PROBLEM STATEMENT:
Set down exactly the lines in the records below that run from the line with "ɗḭ́', officer: 'Belt" to the line with "officer: 'Regulus returns'", inclusive, and nothing more.

─── LISTED ENTRIES

import i18next from 'i18next';
import { texts } from '#shared/locales/en/print.js';
import { sheetWords } from '#server/print/sheet-words.js';
import type { PrintTranslator } from '#server/print/sheet-words.js';
import type { SheetEntry, SheetMarker, SheetModel } from '#shared/sheet/sheet-model.js';

const i18n = i18next.createInstance({
  lng: 'en',
  ns: ['print'],
  defaultNS: 'print',
  resources: { en: { print: texts } },
  interpolation: { escapeValue: false },
});
await i18n.init();
const fixed = i18n.getFixedT('en', 'print');

/** English words as the server hands them out. A key without a text fails the test. */
export const translate: PrintTranslator = (key, values) => {
  const text = fixed(key, values ?? {});
  if (text === key) throw new Error(`no English text for print:${key}`);
  return text;
};

export function words(year: number): SheetModel['words'] {
  return sheetWords({ translate, language: 'en-GB', year });
}

export function marker(change: Partial<SheetMarker> = {}): SheetMarker {
  return {
    letter: 'B',
    key: 'pleiades',
    isStar: true,
    icon: 'cluster',
    titles: { village: 'Ɓèŋu̍', officer: 'Cluster returns' },
    phenomenon: 'First morning seen',
    light: 'dawn',
    expected: '2027-06-07',
    early: '2027-06-03',
    late: '2027-06-12',
    whyNoDate: null,
    ...change,
  };
}

export function entry(change: Partial<SheetEntry> = {}): SheetEntry {
  return {
    number: 1,
    icon: 'sow',
    titles: { village: 'Ŋɔ́rɛ̃', officer: 'Sow long millet' },
    window: { earliest: '2027-06-10', bestFrom: '2027-06-14', bestTo: '2027-06-30', latest: '2027-07-05' },
    isWatch: false,
    fixedDate: null,
    dateSetBy: '',
    lastAdvised: null,
    signs: '',
    signsNeeded: null,
    ifLate: '',
    caution: '',
    whyNoDate: null,
    ...change,
  };
}

function window(earliest: string, bestFrom: string, bestTo: string, latest: string): SheetEntry['window'] {
  return { earliest, bestFrom, bestTo, latest };
}

/** The invented village of the demo as a sheet: plausible dates, not computed ones. */
export function upperTazimel(change: Partial<SheetModel> = {}): SheetModel {
  const markers: SheetMarker[] = [
    marker({
      letter: 'A',
      titles: { village: 'Ɓèŋu̍ tsʼá', officer: 'Cluster leaves' },
      phenomenon: 'Last evening seen',
      light: 'dusk',
      expected: '2027-05-05',
      early: '2027-05-01',
      late: '2027-05-09',
    }),
    marker(),
    marker({
      letter: 'C',
      key: 'orions-belt',
      icon: 'row',
      titles: { village: 'Tɔ́ ɗḭ́', officer: 'Belt returns' },
      expected: '2027-07-05',
      early: '2027-06-30',
      late: '2027-07-11',
    }),
    marker({
      letter: 'D',
      key: 'hr3982',
      icon: 'star',
      titles: { village: 'Ŋwa̰', officer: 'Regulus returns' },
      expected: '2027-09-06',
      early: '2027-09-01',
      late: '2027-09-12',
    }),
    marker({
      letter: 'E',
      key: 'hr5056',
      icon: 'star',
      titles: { village: '', officer: 'Spica leaves' },
      phenomenon: 'Last evening seen',
      light: 'dusk',
      expected: '2027-10-01',
      early: '2027-09-26',
      late: '2027-10-05',
    }),
    marker({
      letter: 'F',
      key: 'hr5056',
      icon: 'star',
      titles: { village: '', officer: 'Spica returns' },
      expected: '2027-10-30',
      early: '2027-10-26',
      late: '2027-11-04',
    }),
    marker({
      letter: 'G',
      key: 'hr6134',
      icon: 'star',
      titles: { village: '', officer: 'Antares leaves' },
      phenomenon: 'Last evening seen',
      light: 'dusk',
      expected: '2027-11-17',
      early: '2027-11-12',
      late: '2027-11-21',
    }),
  ];
  const entries: SheetEntry[] = [
    entry({
      number: 1,
      icon: 'wall',
      titles: { village: 'Tsʼíɗa̰ ŋú', officer: 'Mend terraces, spread manure' },
      window: window('2027-04-20', '2027-05-01', '2027-05-31', '2027-06-05'),
      signs: 'dusty west wind eases; first cloud build-up',
      signsNeeded: 1,
      ifLate: 'Carry on; no seed risk',
    }),
    entry({
      number: 2,
      icon: 'seed',
      titles: { village: 'Tsʼíɗa̰', officer: 'Seed check' },
      window: window('2027-05-10', '2027-05-15', '2027-05-30', '2027-06-10'),
      signs: 'Cluster not seen at dusk',
      ifLate: 'Do it anyway before the first rain',
    }),
    entry({
      number: 3,
      icon: 'feast',
      titles: { village: 'Ɓàlú ŋɔ̀', officer: 'Seed lending' },
      window: window('2027-06-01', '2027-06-05', '2027-06-14', '2027-06-20'),
      signs: 'Cluster seen at dawn by two people',
      ifLate: 'Hold it on the set market day',
    }),
    entry({
      number: 4,
      lastAdvised: { date: '2027-07-05', source: 'agricultural office' },
      signs: 'soil wet to a hand depth; weaver birds building; fig tree in new leaf',
      signsNeeded: 2,
      ifLate: 'After 5\u00a0July change to short millet; ask the agricultural office',
      caution: 'Do not put all seed in the ground at one time',
    }),
    entry({
      number: 5,
      icon: 'caution',
      titles: { village: 'Ŋɔ́rɛ̃ kʼò', officer: 'Last day, long millet' },
      window: window('2027-07-01', '2027-07-03', '2027-07-05', '2027-07-05'),
      fixedDate: '2027-07-05',
      signs: 'Belt seen at dawn (often clouded out)',
      ifLate: 'Stop sowing long millet; short millet only',
    }),
    entry({
      number: 6,
      icon: 'sow',
      titles: { village: 'Ŋɔ́ ɗí', officer: 'Sow short millet' },
      window: window('2027-06-20', '2027-07-01', '2027-07-20', '2027-07-25'),
      lastAdvised: { date: '2027-07-25', source: 'agricultural office' },
      signs: 'soil wet to a hand depth; frogs calling three nights',
      signsNeeded: 2,
      ifLate: 'After 25\u00a0July sow pulses or fodder; ask the agricultural office',
    }),
    entry({
      number: 7,
      icon: 'bird',
      titles: { village: 'Ƙàɓá', officer: 'Bird-scaring rota' },
      window: window('2027-09-01', '2027-09-06', '2027-10-10', '2027-10-20'),
      isWatch: true,
      signs: 'grain at milk stage; bird flocks at the stream',
      signsNeeded: 1,
      ifLate: 'Start when the grain is soft',
    }),
    entry({
      number: 8,
      icon: 'harvest',
      titles: { village: 'Rɛ̃ ɗí', officer: 'Harvest short millet' },
      window: window('2027-09-25', '2027-10-01', '2027-10-20', '2027-10-30'),
      signs: 'stem base dry; dawn dew heavy',
      signsNeeded: 1,
      ifLate: 'Cut before the grain drops',
    }),
    entry({
      number: 9,
      icon: 'harvest',
      titles: { village: 'Rɛ̃ ŋɔ́', officer: 'Harvest long millet' },
      window: window('2027-10-20', '2027-10-30', '2027-11-20', '2027-11-30'),
      signs: 'grain hard between the teeth',
      ifLate: 'Cut; guard against late showers',
    }),
    entry({
      number: 10,
      icon: 'store',
      titles: { village: 'Kʼóŋ', officer: 'Store-closing day' },
      window: window('2027-11-15', '2027-11-20', '2027-12-05', '2027-12-10'),
      ifLate: 'Any day after threshing',
    }),
  ];
  return {
    layout: 'month-cards',
    paper: 'A4',
    year: 2027,
    communityName: 'Upper Tazimel',
    placeName: 'Upper terraces',
    latitudeDeg: 12,
    label: '2027-1',
    stateWatermark: null,
    officerLanguage: 'en',
    villageLanguage: 'mis',
    markers,
    entries,
    moon: MOONS_2027,
    moonBegins: MOON_BEGINS_2027,
    contacts: { weather: '900', agriculture: '901' },
    basis: ['Dates: three-class rule, ordinary air, skyline of the upper terraces, engine 1.0.0.'],
    signedBy: 'two elders and the steward',
    printDate: '2027-01-15',
    words: words(2027),
    ...change,
  };
}

/** A day or two after each new Moon; the first stands for the Moon that the year begins in. */
const MOON_BEGINS_2027 = [
  '2026-12-10',
  '2027-01-09',
  '2027-02-08',
  '2027-03-09',
  '2027-04-08',
  '2027-05-07',
  '2027-06-06',
  '2027-07-05',
  '2027-08-04',
  '2027-09-02',
  '2027-10-02',
  '2027-10-31',
  '2027-11-30',
  '2027-12-29',
];

/** Near the true phases; only their look matters here. */
const MOONS_2027: SheetModel['moon'] = (
  [
    ['01-07 new', '01-15 first-quarter', '01-22 full', '01-29 last-quarter'],
    ['02-06 new', '02-14 first-quarter', '02-20 full', '02-28 last-quarter'],
    ['03-08 new', '03-15 first-quarter', '03-22 full', '03-30 last-quarter'],
    ['04-06 new', '04-13 first-quarter', '04-20 full', '04-28 last-quarter'],
    ['05-06 new', '05-13 first-quarter', '05-20 full', '05-28 last-quarter'],
    ['06-04 new', '06-11 first-quarter', '06-19 full', '06-27 last-quarter'],
    ['07-04 new', '07-10 first-quarter', '07-18 full', '07-26 last-quarter'],
    ['08-02 new', '08-09 first-quarter', '08-17 full', '08-25 last-quarter', '08-31 new'],
    ['09-07 first-quarter', '09-15 full', '09-23 last-quarter', '09-30 new'],
    ['10-07 first-quarter', '10-15 full', '10-22 last-quarter', '10-29 new'],
    ['11-06 first-quarter', '11-14 full', '11-21 last-quarter', '11-28 new'],
    ['12-06 first-quarter', '12-13 full', '12-20 last-quarter', '12-27 new'],
  ] as const
)
  .flat()
  .map((text) => {
    const [date = '', phase = 'new'] = text.split(' ');
    return { date: `2027-${date}`, phase: phase as SheetModel['moon'][number]['phase'] };
  });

──────

RESULT FOR THIS EXERCISE:
      titles: { village: 'Tɔ́ ɗḭ́', officer: 'Belt returns' },
      expected: '2027-07-05',
      early: '2027-06-30',
      late: '2027-07-11',
    }),
    marker({
      letter: 'D',
      key: 'hr3982',
      icon: 'star',
      titles: { village: 'Ŋwa̰', officer: 'Regulus returns' },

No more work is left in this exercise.